A notícia de que a Casa Branca de Donald Trump considera reduzir tarifas sobre alimentos para conter a alta de preços é, acima de tudo, uma admissão tácita de um erro crasso. É o reconhecimento, ainda que velado, de que uma política econômica baseada no nacionalismo comercial agressivo e no isolamento tem um custo real e doloroso: o prato de comida do cidadão comum. A medida, apresentada como um alívio para os bolsos dos americanos, é na verdade um remendo em uma estratégia furada, uma correção de rota forçada pela pressão popular e por derrotas eleitorais.
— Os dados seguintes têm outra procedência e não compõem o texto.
import { z } from 'zod';
import { text } from './text';
import { DRAWER_DEFAULTS as D, LIPPED_FRONT_DEFAULTS, lockRabbetFaceLeft, MAX_SCHEDULE_LENGTH_MM, SLIDE_SERIES } from '@/lib/joinery/defaults';
import { slideModelRuleSchema } from './slide-model';

/**
 * A drawer schedule: a set of identical drawer boxes. All lengths are mm. Most fields have trade defaults
 * (lib/joinery/defaults.ts), so a shop fills the label, quantity and size and may change the rest.
 */

/**
 * The most a length of each kind may be: past it a number is a slipped unit, never a drawer. No drawer box is over 3 m;
 * no part of one is 100 mm thick; no slide takes 300 mm (so a lip of a kilometre, or of a metre, is refused).
 */
const MAX = { size: MAX_SCHEDULE_LENGTH_MM, clearance: 300, small: 100 } as const;
const tooBig = (what: string, max: number) => ({ error: `${what} over ${max >= 1000 ? `${max / 1000} m` : `${max} mm`} looks like a slipped unit` });

const positiveMm = (what: string, max: number = MAX.size) =>
  z
    .number({ error: `${what} must be a length in mm` })
    .finite({ error: `${what} must be a finite length` })
    .positive({ error: `${what} must be more than 0 mm` })
    .max(max, tooBig(what, max));
const nonNegativeMm = (what: string, max: number = MAX.size) =>
  z
    .number({ error: `${what} must be a length in mm` })
    .finite({ error: `${what} must be a finite length` })
    .min(0, { error: `${what} cannot be negative` })
    .max(max, tooBig(what, max));

export const JOINT_METHODS = [
  'lock-rabbet',
  'rabbet-and-dado',
  'butt-pocket-screw',
  'butt-loose-tenon',
  'half-blind-dovetail',
  'through-dovetail',
  'box-joint',
] as const;
export const jointMethodSchema = z.enum(JOINT_METHODS);
export type JointMethod = z.infer<typeof jointMethodSchema>;

/** Which part runs through at a butt corner: the sides the full depth (A) or the front and back the full width (B). */
export const buttLayoutSchema = z.enum(['sides-full-depth', 'front-back-full-width']);

export const jointSchema = z.discriminatedUnion('method', [
  z.object({
    method: z.literal('lock-rabbet'),
    /**
     * Front/back thickness left outside the side's tongue (published articles call it the lip). Left out: it follows
     * the front's thickness (`lockRabbetFaceLeft`: ⅛″ on a ½″ front, ¼″ on a ¾″ one).
     */
    faceLeft: nonNegativeMm('Face left outside the tongue', MAX.small).optional(),
  }),
  z.object({
    method: z.literal('rabbet-and-dado'),
    dadoDepth: nonNegativeMm('Dado depth', MAX.small).default(D.dadoDepth),
    dadoWidth: positiveMm('Dado width', MAX.small).default(D.dadoWidth),
  }),
  z.object({
    method: z.literal('butt-pocket-screw'),
    layout: buttLayoutSchema.default('sides-full-depth'),
  }),
  z.object({
    method: z.literal('butt-loose-tenon'),
    layout: buttLayoutSchema.default('sides-full-depth'),
    tenonThickness: positiveMm('Tenon thickness', MAX.small).default(D.tenonThickness),
    mortiseDepth: positiveMm('Mortise depth', MAX.small).default(D.mortiseDepth),
    tenonsPerCorner: z.int().min(1).max(6).default(D.tenonsPerCorner),
  }),
  z.object({
    method: z.literal('half-blind-dovetail'),
    lap: nonNegativeMm('Lap', MAX.small).default(D.dovetailLap),
  }),
  z.object({ method: z.literal('through-dovetail') }),
  z.object({
    method: z.literal('box-joint'),
    fingerWidth: positiveMm('Finger width', MAX.small).default(D.boxJointFinger),
  }),
]);

export const SLIDE_TYPES = ['side-mount', 'undermount', 'wooden-runners', 'none'] as const;

/**
 * Ball-bearing side-mount slides come in two series: imperial (½″ per side, 12–28″ long) and metric (12.5 mm per
 * side, 250–650 mm). Left out: imperial, which is what every schedule saved before the series existed meant.
 */
export const SLIDE_SERIES_IDS = ['imperial', 'metric'] as const;
export const slideSeriesSchema = z.enum(SLIDE_SERIES_IDS, { error: 'The slide series is "imperial" or "metric".' });
export type SlideSeries = z.infer<typeof slideSeriesSchema>;

/** Slides that need a running clearance on each side and above the box. */
const clearanceSlide = <T extends 'wooden-runners' | 'none'>(type: T, side: number, height: number) =>
  z.object({
    type: z.literal(type),
    sideClearance: nonNegativeMm('Side clearance', MAX.clearance).default(side),
    heightClearance: nonNegativeMm('Height clearance', MAX.clearance).default(height),
  });

export const slideSchema = z.discriminatedUnion('type', [
  z.object({
    type: z.literal('side-mount'),
    series: slideSeriesSchema.default('imperial'),
    /** Left out: the series' clearance (½″ imperial, 12.5 mm metric). */
    sideClearance: nonNegativeMm('Side clearance', MAX.clearance).optional(),
    heightClearance: nonNegativeMm('Height clearance', MAX.clearance).optional(),
    /** A slide model from Shop settings: when given, its rule sizes the box instead of the series. */
    model: slideModelRuleSchema.optional(),
  }),
  z.object({
    type: z.literal('undermount'),
    /** A slide model from Shop settings, as the maker specifies it; when given, it sizes the box (the fields below do not). */
    model: slideModelRuleSchema.optional(),
    // Without a model (schedules saved before models existed): one deduction for every side thickness.
    widthDeduction: nonNegativeMm('Width deduction', MAX.clearance).default(D.undermountWidthDeduction),
    heightDeduction: nonNegativeMm('Height deduction', MAX.clearance).default(D.undermountHeightDeduction),
    bottomRecess: nonNegativeMm('Bottom recess', MAX.clearance).default(D.undermountBottomRecess),
  }),
  clearanceSlide('wooden-runners', D.runnerSideClearance, D.runnerHeightClearance),
  clearanceSlide('none', 0, 0),
]);

/**
 * How box depth follows from the opening. Left out: the longest standard slide of the slide's series for slides,
 * else the opening less a back clearance.
 */
export const depthRuleSchema = z.discriminatedUnion('rule', [
  z.object({
    rule: z.literal('longest-standard-slide'),
    /** Left out: the side-mount slide's series (imperial for other slides). */
    series: slideSeriesSchema.optional(),
    backClearance: nonNegativeMm('Back clearance', MAX.clearance).default(D.backClearance),
  }),
  z.object({ rule: z.literal('slide-length'), slideLength: positiveMm('Slide length') }),
  z.object({
    rule: z.literal('opening-less-clearance'),
    backClearance: nonNegativeMm('Back clearance', MAX.clearance).default(D.backClearance),
  }),
]);

export const drawerSizeSchema = z.discriminatedUnion('from', [
  z.object({
    from: z.literal('opening'),
    width: positiveMm('Opening width'),
    height: positiveMm('Opening height'),
    depth: positiveMm('Opening depth'),
    depthRule: depthRuleSchema.optional(),
  }),
  z.object({
    from: z.literal('box'),
    width: positiveMm('Box width'),
    height: positiveMm('Box height'),
    depth: positiveMm('Box depth'),
  }),
]);

export const LIP_FITS = ['overlay', 'reveal', 'lip'] as const;
export type LipFit = (typeof LIP_FITS)[number];

export const frontStyleSchema = z.discriminatedUnion('style', [
  z.object({ style: z.literal('flush') }),
  z.object({
    style: z.literal('lipped'),
    /**
     * How the lipped front meets the opening: `overlay` laps past it by `overlay` on each side (⅜″ by default, the
     * classic lipped drawer), `reveal` stops `reveal` inside it on each side (1/16″ by default); `lip` gives the lip past each side of
     * the box outright (a box-size schedule, or one saved before fits existed). Left out: `lip` when `lip` is given,
     * else `overlay`.
     */
    fit: z.enum(LIP_FITS).optional(),
    overlay: nonNegativeMm('Overlay', MAX.small).optional(),
    reveal: nonNegativeMm('Reveal', MAX.small).optional(),
    lip: positiveMm('Lip', MAX.small).optional(),
  }),
  z.object({
    style: z.literal('applied'),
    fit: z.enum(['overlay', 'inset']).default('overlay'),
    /** Overlay: how far the front laps past the opening on each edge. */
    overlay: z
      .object({
        side: nonNegativeMm('Side overlay', MAX.small).default(D.fullOverlayOn18mmCarcass),
        top: nonNegativeMm('Top overlay', MAX.small).default(D.fullOverlayOn18mmCarcass),
        bottom: nonNegativeMm('Bottom overlay', MAX.small).default(D.fullOverlayOn18mmCarcass),
      })
      .prefault({}),
    /** Inset: gap between the front and the opening on each edge. */
    reveal: nonNegativeMm('Reveal', MAX.small).default(D.frontReveal),
    thickness: positiveMm('Applied front thickness', MAX.small).default(D.appliedFrontThickness),
    material: text().min(1).max(120).default(D.appliedFrontMaterial),
    /** Explicit size; wins over the opening (and is needed when the schedule gives the box size). */
    width: positiveMm('Applied front width').optional(),
    height: positiveMm('Applied front height').optional(),
  }),
]);

export const grainRuleSchema = z.enum(['along-length', 'any']);

export const bottomSchema = z.discriminatedUnion('mount', [
  z.object({
    mount: z.literal('groove'),
    thickness: positiveMm('Bottom thickness', MAX.small).default(D.bottomThickness),
    material: text().min(1).max(120).default(D.bottomMaterial),
    grain: grainRuleSchema.default('any'),
    groove: z
      .object({
        width: positiveMm('Groove width', MAX.small).default(D.grooveWidth),
        depth: positiveMm('Groove depth', MAX.small).default(D.grooveDepth),
        /** From the box's bottom edge to the groove's lower edge. Left out: ½″, or the undermount slide's bottom recess if more. */
        height: nonNegativeMm('Groove height', MAX.clearance).optional(),
        /** Total play across the bottom, split between the two grooves it spans. */
        clearance: z
          .number({ error: 'Bottom clearance must be a length in mm' })
          .finite()
          .min(0, { error: 'Bottom clearance cannot be negative: the bottom would be wider than its grooves allow' })
          .max(MAX.small, tooBig('Bottom clearance', MAX.small))
          .default(D.bottomClearance),
      })
      .prefault({}),
  }),
  z.object({
    mount: z.literal('applied'),
    thickness: positiveMm('Bottom thickness', MAX.small).default(D.bottomThickness),
    material: text().min(1).max(120).default(D.bottomMaterial),
    grain: grainRuleSchema.default('any'),
  }),
]);

const drawerScheduleShape = z.object({
  label: text().min(1, { error: 'Give the schedule a label' }).max(80),
  quantity: z.int({ error: 'Quantity must be a whole number' }).min(1, { error: 'Quantity must be at least 1' }).max(10_000),
  size: drawerSizeSchema,
  slide: slideSchema.prefault({ type: 'side-mount' }),
  joint: jointSchema.prefault({ method: 'lock-rabbet' }),
  thickness: z
    .object({
      front: positiveMm('Front thickness', MAX.small).default(D.frontThickness),
      /** Left out: same as the front. */
      back: positiveMm('Back thickness', MAX.small).optional(),
      side: positiveMm('Side thickness', MAX.small).default(D.sideThickness),
    })
    .prefault({}),
  front: frontStyleSchema.prefault({ style: 'flush' }),
  bottom: bottomSchema.prefault({ mount: 'groove' }),
  materials: z
    .object({
      sides: text().min(1).max(120).default(D.boxMaterial),
      /** Left out: same as the sides. */
      front: text().min(1).max(120).optional(),
      /** Left out: same as the front. */
      back: text().min(1).max(120).optional(),
    })
    .prefault({}),
});

type ParsedShape = z.output<typeof drawerScheduleShape>;
type Filled<J> = J extends { method: 'lock-rabbet' } ? J & { faceLeft: number } : J;
type FilledSlide<S> = S extends { type: 'side-mount' } ? S & { sideClearance: number; heightClearance: number } : S;
type FilledFront<F> = F extends { style: 'lipped' } ? F & { fit: LipFit } : F;
type FilledBottom<B> = B extends { mount: 'groove'; groove: infer G } ? Omit<B, 'groove'> & { groove: G & { height: number } } : B;
type FilledSize<Z> = Z extends { from: 'opening'; depthRule?: infer R }
  ? Omit<Z, 'depthRule'> & { depthRule?: R extends { rule: 'longest-standard-slide' } ? R & { series: SlideSeries } : R }
  : Z;

/** A lipped front's fit, and the one amount it uses, filled. */
function fillLip(f: Extract<ParsedShape['front'], { style: 'lipped' }>) {
  const fit: LipFit = f.fit ?? (f.lip !== undefined ? 'lip' : 'overlay');
  if (fit === 'overlay') return { ...f, fit, overlay: f.overlay ?? LIPPED_FRONT_DEFAULTS.imperial.overlay };
  if (fit === 'reveal') return { ...f, fit, reveal: f.reveal ?? LIPPED_FRONT_DEFAULTS.imperial.reveal };
  return { ...f, fit };
}

/**
 * Defaults that depend on another field: a lock rabbet's face left follows the front's thickness; a side-mount
 * slide's clearances and a standard-slide depth rule's series follow the slide's series.
 */
function fillDependentDefaults(s: ParsedShape, ctx: z.RefinementCtx) {
  let joint = s.joint;
  if (s.joint.method === 'lock-rabbet' && s.joint.faceLeft === undefined) {
    try {
      joint = { ...s.joint, faceLeft: lockRabbetFaceLeft(s.thickness.front) };
    } catch (e) {
      ctx.addIssue({ code: 'custom', path: ['joint', 'faceLeft'], message: (e as Error).message });
      return z.NEVER;
    }
  }
  const slide =
    s.slide.type === 'side-mount'
      ? {
          ...s.slide,
          sideClearance: s.slide.sideClearance ?? SLIDE_SERIES[s.slide.series].sideClearance,
          heightClearance: s.slide.heightClearance ?? SLIDE_SERIES[s.slide.series].heightClearance,
        }
      : s.slide;
  const seriesOfSlide: SlideSeries = s.slide.type === 'side-mount' ? s.slide.series : 'imperial';
  const size =
    s.size.from === 'opening' && s.size.depthRule?.rule === 'longest-standard-slide' && s.size.depthRule.series === undefined
      ? { ...s.size, depthRule: { ...s.size.depthRule, series: seriesOfSlide } }
      : s.size;
  // An undermount slide's fixings sit under the bottom: the groove goes at least as high as its bottom recess.
  const recess = s.slide.type === 'undermount' ? (s.slide.model?.bottomRecess ?? s.slide.bottomRecess) : 0;
  const bottom =
    s.bottom.mount === 'groove' && s.bottom.groove.height === undefined
      ? { ...s.bottom, groove: { ...s.bottom.groove, height: Math.max(D.grooveHeight, recess) } }
      : s.bottom;
  const front = s.front.style === 'lipped' ? fillLip(s.front) : s.front;
  return {
    ...s,
    front: front as FilledFront<ParsedShape['front']>,
    bottom: bottom as FilledBottom<ParsedShape['bottom']>,
    joint: joint as Filled<ParsedShape['joint']>,
    slide: slide as FilledSlide<ParsedShape['slide']>,
    size: size as FilledSize<ParsedShape['size']>,
  };
}

export const drawerScheduleSchema = drawerScheduleShape
  .superRefine((s, ctx) => {
    if (s.front.style === 'lipped' && (s.front.fit ?? (s.front.lip !== undefined ? 'lip' : 'overlay')) === 'lip' && s.front.lip === undefined)
      ctx.addIssue({
        code: 'custom',
        path: ['front', 'lip'],
        message: 'Give the lip past each side of the box, or choose an overlay or a reveal.',
      });
    const model = s.slide.type === 'side-mount' || s.slide.type === 'undermount' ? s.slide.model : undefined;
    if (model && model.kind !== s.slide.type)
      ctx.addIssue({
        code: 'custom',
        path: ['slide', 'model', 'kind'],
        message: `${model.name} is a ${model.kind} slide, not ${s.slide.type}: choose it with ${model.kind} slides.`,
      });
  })
  .transform(fillDependentDefaults);

export type DrawerSchedule = z.output<typeof drawerScheduleSchema>;
export type DrawerScheduleInput = z.input<typeof drawerScheduleSchema>;
export type Joint = DrawerSchedule['joint'];
export type Slide = DrawerSchedule['slide'];
export type FrontStyle = DrawerSchedule['front'];
export type Bottom = DrawerSchedule['bottom'];
export type GrainRule = z.infer<typeof grainRuleSchema>;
A narrativa construída pela administração Trump é a de um governo pragmático, ágil para “ajustar” o curso quando necessário, como disse o conselheiro económico Kevin Hassett. No entanto, este pragmatismo de ocasião não pode esconder a origem do problema. Foi o próprio governo que, em agosto, impôs as tarifas mais amplas desde a Segunda Guerra Mundial, elevando o custo de importação de uma gama colossal de produtos.

A promessa era de fortalecer a indústria nacional e reequilibrar as relações comerciais. O resultado, previsível para qualquer economista que olhe para além do dogma, foi a transferência de custos para o consumidor, inflacionando justamente os itens mais sensíveis do orçamento familiar: os alimentos.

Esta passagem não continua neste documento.